3) Approximate $xe^{(\tilde x_t)}\approx x(1+\tilde x_{t})$

Note that $(\tilde x_{t} )*(\tilde y_{t} )\approx 0$ and consequently cancels out.

For a deeper understanding of what we are actually going, we are now applying the theoretical description from above on the following equation (7)
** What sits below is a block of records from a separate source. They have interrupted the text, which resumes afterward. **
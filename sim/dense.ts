// Small dense linear algebra for the lumped part of the network (a handful of unknowns per cluster).
// Row-major Float64Arrays; n×n matrices.

/** Inverse of an n×n matrix by Gauss–Jordan elimination with partial pivoting; null if singular. */
export function invert(a: Float64Array, n: number): Float64Array | null {
  const m = Float64Array.from(a);
  const inv = new Float64Array(n * n);
  for (let i = 0; i < n; i++) inv[i * n + i] = 1;
  let scale = 0;
  for (const x of a) scale = Math.max(scale, Math.abs(x));
  const tiny = scale * n * 1e-14;
  for (let col = 0; col < n; col++) {
    let pivot = col;
    for (let r = col + 1; r < n; r++) if (Math.abs(m[r * n + col]) > Math.abs(m[pivot * n + col])) pivot = r;
    if (!(Math.abs(m[pivot * n + col]) > tiny)) return null;
    if (pivot !== col) {
      for (let c = 0; c < n; c++) {
        [m[col * n + c], m[pivot * n + c]] = [m[pivot * n + c], m[col * n + c]];
        [inv[col * n + c], inv[pivot * n + c]] = [inv[pivot * n + c], inv[col * n + c]];
      }
    }
    const d = m[col * n + col];
    for (let c = 0; c < n; c++) {
      m[col * n + c] /= d;
      inv[col * n + c] /= d;
    }
    for (let r = 0; r < n; r++) {
      if (r === col) continue;
      const f = m[r * n + col];
      if (f === 0) continue;
      for (let c = 0; c < n; c++) {
        m[r * n + c] -= f * m[col * n + c];
        inv[r * n + c] -= f * inv[col * n + c];
      }
    }
  }
  return inv;
}

/** C = A·B for A (n×k) and B (k×p). */
export function multiply(a: Float64Array, b: Float64Array, n: number, k: number, p: number): Float64Array {
  const c = new Float64Array(n * p);
  for (let i = 0; i < n; i++)
    for (let t = 0; t < k; t++) {
      const f = a[i * k + t];
      if (f === 0) continue;
      for (let j = 0; j < p; j++) c[i * p + j] += f * b[t * p + j];
    }
  return c;
}
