// The compiled circuit as a ladder of numbered nodes ("slots") for the time loop.
//
// Each line segment of N cells occupies the slots base … base+N: its N − 1 interior nodes are
// base+1 … base+N−1 and its cells' currents sit at i[base+1 … base+N] (the cell from slot j−1 to j
// at i[j]), so the cell loop walks contiguous memory exactly as on a chain. The two end slots base
// and base+N are the segment's end nodes when the numbering allows it (every segment of a chain) and
// otherwise ghost slots: copies of the real end node's voltage, refreshed before each step. Each cell
// puts half its C′ΔZ and G′ΔZ on each of its two end nodes, the standard staggered placement
// (C. R. Paul, Analysis of Multiconductor Transmission Lines, FDTD chapter), so a junction where k
// segments meet carries the sum of their half cells; its Kirchhoff current sum runs over an explicit
// incidence list (`ends`) instead of neighbour arithmetic.
import { RAIL, type Circuit } from './circuit.js';
import { NetError } from './errors.js';
import type { LineRLGC, Part } from './model.js';
import type { Discretization } from './result.js';

/** Marks an external end of a lumped branch: a source's voltage or a part's rail. */
export const EXTERNAL = -1;

/** A lumped branch from slot `p` to slot `q` (either may be EXTERNAL), elements R, L, C in series. */
export interface LumpedBranch {
  item: string;
  role: 'driver' | 'series' | 'shunt' | 'receiver' | 'dielectric' | 'coupling';
  p: number;
  q: number;
  part: Part;
  /** Index of the source whose voltage an EXTERNAL `p` end has; −1 when `p` is a node. An EXTERNAL `q` end is `part.rail`. */
  source: number;
}

export interface SegmentSpan {
  name: string;
  /** Index into Circuit.segments and Discretization.segments. */
  index: number;
  /** Slots base … base + cells (see the header); cells = 0 for a zero-length line (a plain wire). */
  base: number;
  cells: number;
  /** Real slots of the start and far end nodes. */
  first: number;
  last: number;
  cellLength: number;
  line: LineRLGC;
  /** Set for a conductor of a coupled section (Circuit.coupled[section]): the coupled kernel advances its cells. */
  coupling?: { section: number; conductor: number };
}

/** One cell current meeting an end node: +1 flows into the node (a segment's last cell), −1 out of it. */
export interface Incidence {
  cell: number;
  sign: number;
}

export interface Ladder {
  circuit: Circuit;
  /** Real nodes (equals Discretization.nodes). */
  nodes: number;
  /** Length of the voltage array: real nodes and ghost slots. */
  slots: number;
  nodeC: Float64Array;
  nodeG: Float64Array;
  /** Distance of each slot from the driver pin along the tree (m); lumped parts have no length. */
  position: Float64Array;
  /** Slot of each circuit node. */
  nodeSlot: Int32Array;
  segments: SegmentSpan[];
  /** Ghost slots and the real slots they copy: [ghost, real, ghost, real, …]. */
  ghosts: Int32Array;
  /** Every lumped branch: the sources' first, then dielectric end branches, series, shunt and receiver parts. */
  lumped: LumpedBranch[];
  /** Per real slot that ends a segment with cells: the cell currents meeting it, in segment order. */
  ends: Map<number, Incidence[]>;
}

interface Numbering {
  slot: Int32Array;
  ghosts: number[];
  bases: Int32Array;
  count: number;
}

/** Slots for every circuit node and segment, in element order (the chain's numbering for a chain). */
function numberSlots(c: Circuit, plan: Discretization): Numbering {
  const slot = new Int32Array(c.nodes.length).fill(-1);
  const bases = new Int32Array(c.segments.length).fill(-1);
  const ghosts: number[] = [];
  let count = 0;
  const ensure = (node: number) => {
    if (slot[node] < 0) slot[node] = count++;
    return slot[node];
  };
  // Elements in the order they were compiled: by the node each one leads to.
  const elements: { to: number; segment: number; from: number }[] = [
    ...c.segments.map((s, k) => ({ to: s.to, segment: k, from: s.from })),
    ...c.parts.filter((p) => p.q !== RAIL).map((p) => ({ to: p.q, segment: -1, from: p.p })),
  ].sort((a, b) => a.to - b.to);
  ensure(0);
  for (const e of elements) {
    const f = ensure(e.from);
    const cells = e.segment >= 0 ? plan.segments[e.segment].cells : -1;
    if (cells < 0) {
      ensure(e.to);
      continue;
    }
    if (cells === 0) {
      if (slot[e.to] >= 0 && slot[e.to] !== f) throw new NetError([{ path: c.segments[e.segment].name, message: 'a zero-length line between two nodes that are already joined (a loop) is not supported' }]);
      slot[e.to] = f;
      continue;
    }
    let base = f;
    if (f !== count - 1) {
      base = count++;
      ghosts.push(base, f);
    }
    bases[e.segment] = base;
    count = base + cells; // interior slots base+1 … base+cells−1
    if (slot[e.to] < 0) slot[e.to] = count++;
    else ghosts.push(count++, slot[e.to]);
  }
  for (let n = 0; n < c.nodes.length; n++) ensure(n);
  return { slot, ghosts, bases, count };
}

export function buildLadder(c: Circuit, plan: Discretization): Ladder {
  const num = numberSlots(c, plan);
  const slots = num.count;
  const ladder: Ladder = {
    circuit: c,
    nodes: slots - num.ghosts.length / 2,
    slots,
    nodeC: new Float64Array(slots),
    nodeG: new Float64Array(slots),
    position: new Float64Array(slots),
    nodeSlot: num.slot,
    segments: [],
    ghosts: Int32Array.from(num.ghosts),
    lumped: c.sources.map((s, k) => ({ item: s.name, role: 'driver' as const, p: EXTERNAL, q: num.slot[s.node], part: { r: s.resistance, l: 0, rail: 0 }, source: k })),
    ends: new Map(),
  };
  if (ladder.nodes !== plan.nodes) throw new Error(`internal: ladder has ${ladder.nodes} nodes, plan expected ${plan.nodes}`);
  placeSegments(ladder, c, plan, num.bases);
  placeCouplings(ladder, c);
  setPositions(ladder, c);
  for (const p of c.parts) {
    const role = p.role;
    ladder.lumped.push({ item: p.item, role, p: num.slot[p.p], q: p.q === RAIL ? EXTERNAL : num.slot[p.q], part: p.part, source: -1 });
  }
  return ladder;
}

/** Cells' half C and G on their end nodes, the incidence at segment ends, dielectric end branches. */
function placeSegments(ladder: Ladder, c: Circuit, plan: Discretization, bases: Int32Array): void {
  c.segments.forEach((seg, index) => {
    const cells = plan.segments[index].cells;
    const dz = plan.segments[index].cellLength;
    const first = ladder.nodeSlot[seg.from];
    const last = ladder.nodeSlot[seg.to];
    const base = cells > 0 ? bases[index] : first;
    ladder.segments.push({ name: seg.name, index, base, cells, first, last, cellLength: dz, line: seg.line, ...(seg.coupling ? { coupling: seg.coupling } : {}) });
    if (cells === 0) return;
    const halfC = (seg.line.c * dz) / 2;
    const halfG = (seg.line.g * dz) / 2;
    // A coupled conductor's end nodes carry its capacitance to the return (the Maxwell row sum); the
    // mutual part sits in coupling capacitors between the section's end nodes (placeCouplings).
    const endC = seg.coupling ? (rowSum(c.coupled[seg.coupling.section].line, seg.coupling.conductor) * dz) / 2 : halfC;
    for (let k = 0; k < cells; k++) {
      const left = k === 0 ? first : base + k;
      const right = k === cells - 1 ? last : base + k + 1;
      ladder.nodeC[left] += left === first ? endC : halfC;
      ladder.nodeC[right] += right === last ? endC : halfC;
      ladder.nodeG[left] += halfG;
      ladder.nodeG[right] += halfG;
    }
    addEnd(ladder, first, { cell: base + 1, sign: -1 });
    addEnd(ladder, last, { cell: base + cells, sign: 1 });
    // The half cells at the segment's two ends carry their share of the dielectric branches as
    // lumped R–C parts, solved with the end nodes; interior nodes keep theirs in the line kernel.
    for (const t of seg.line.shunt ?? []) {
      const cap = (t.value * dz) / 2;
      for (const end of [first, last]) {
        ladder.lumped.push({ item: seg.name, role: 'dielectric', p: end, q: EXTERNAL, part: { r: t.tau / cap, l: 0, c: cap, rail: 0 }, source: -1 });
      }
    }
  });
}

/** Row sum of a Maxwell C: conductor j's capacitance to the return (F/m). */
function rowSum(line: { k: number; c: Float64Array }, j: number): number {
  let sum = 0;
  for (let e = 0; e < line.k; e++) sum += line.c[j * line.k + e];
  return sum;
}

/**
 * The half cell at each end of a coupled section as the capacitors one would draw: C_gi·Δz/2 to the
 * return on each end node (placed with the segment) and C_mij·Δz/2 = −C_ij·Δz/2 between the end nodes
 * of conductors i and j. Charge q_i = Σ_j C_ij·V_j is the same either way (Paul, the Maxwell matrix and
 * its mutual-capacitance form); a capacitor part's trapezoidal companion is the centred node equation.
 */
function placeCouplings(ladder: Ladder, c: Circuit): void {
  c.coupled.forEach((sec) => {
    const spans = sec.segments.map((s) => ladder.segments[s]);
    if (spans.length !== sec.line.k || spans[0].cells === 0) return;
    const k = sec.line.k;
    for (let i = 0; i < k; i++) {
      for (let j = i + 1; j < k; j++) {
        const cm = (-sec.line.c[i * k + j] * spans[i].cellLength) / 2;
        if (!(cm > 0)) continue;
        for (const end of ['first', 'last'] as const) {
          ladder.lumped.push({ item: sec.name, role: 'coupling', p: spans[i][end], q: spans[j][end], part: { r: 0, l: 0, c: cm, rail: 0 }, source: -1 });
        }
      }
    }
  });
}

function addEnd(ladder: Ladder, node: number, inc: Incidence): void {
  const list = ladder.ends.get(node);
  if (list) list.push(inc);
  else ladder.ends.set(node, [inc]);
}

/** Distances from the driver pin: along each element from its `from` node (elements come in tree order). */
function setPositions(ladder: Ladder, c: Circuit): void {
  const at = new Float64Array(c.nodes.length);
  const elements = [
    ...c.segments.map((s, k) => ({ to: s.to, from: s.from, length: s.length, span: ladder.segments[k] })),
    ...c.parts.filter((p) => p.q !== RAIL).map((p) => ({ to: p.q, from: p.p, length: 0, span: undefined })),
  ].sort((a, b) => a.to - b.to);
  for (const e of elements) {
    at[e.to] = at[e.from] + e.length;
    const span = e.span;
    if (span && span.cells > 0) for (let k = 1; k < span.cells; k++) ladder.position[span.base + k] = at[e.from] + k * span.cellLength;
  }
  for (let n = 0; n < c.nodes.length; n++) ladder.position[ladder.nodeSlot[n]] = at[n];
  for (let g = 0; g < ladder.ghosts.length; g += 2) ladder.position[ladder.ghosts[g]] = ladder.position[ladder.ghosts[g + 1]];
}

/** Voltage of the external end of a lumped branch: the source value for a driver, else the part's rail. */
export function externalVoltage(b: LumpedBranch, sources: Float64Array): number {
  return b.source >= 0 ? sources[b.source] : b.part.rail;
}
(7) $y_t=z_t k_t^{\alpha} n_t^{1-\alpha}$

1) Replace any variable with $\tilde x_{t}$ as $\tilde x_{t} = xe^{(\tilde x_t )}$

(8) $ye^{\tilde y_{t}}=ze^{\tilde z_{t}} (ke^{\tilde k_t})^{\alpha} (ne^{\tilde n_t})^{(1-\alpha)}$

2) Multiply everything out and simplify as much as possible gives us

(9) $ye^{\tilde y_{t}}=ze^{\tilde z_{t}} k^{\alpha} e^{\alpha \tilde k_t} n^{1-\alpha} e^{(1-\alpha)\tilde n_t}$

From (7) follows that the steady state relation is $y=zk^\alpha n^{(1-\alpha)}$, consequently it cancels out in (9) and we end up with

(10) $e^{\tilde y_t}=e^{\tilde z_t} e^{\alpha \tilde k_t} e^{(1- \alpha)\tilde n_t}$

3) Approximate $xe^{x_t}\approx x(1+\tilde x_t)$ or $e^{x_t}\approx(1+\tilde x_t)$

(11) $1+\tilde y_t \approx (1+\tilde z_t)(1+\alpha \tilde k_t)(1+(1-\alpha)\tilde n_t)$

(12) $1+\tilde y_t \approx(1+\tilde z_t+\alpha \tilde k_t+\tilde z_t\alpha \tilde k_t)(1+(1-\alpha) \tilde n_t )$

(13) $1+\tilde y_t \approx(1+\tilde z_t+\alpha \tilde k_t)(1+(1-\alpha) \tilde n_t )$

(14) $1+\tilde y_t \approx(1+\tilde z_t+\alpha \tilde k_t+\tilde n_t+\tilde z_t\tilde n_t+\alpha \tilde k_t\tilde n_t+(1-\alpha) \tilde n_t + (1-\alpha) \tilde z_t\tilde n_t+(1-\alpha)\alpha \tilde k_t\tilde n_t)$

(15) $1+\tilde y_t \approx (1+\tilde z_t+\alpha\tilde k_t+(1-\alpha) \tilde n_t)$

(16) $\tilde y_t \approx \tilde z_t+\alpha\tilde k_t+(1-\alpha) \tilde n_t$

Where (16) is the approximation for (7).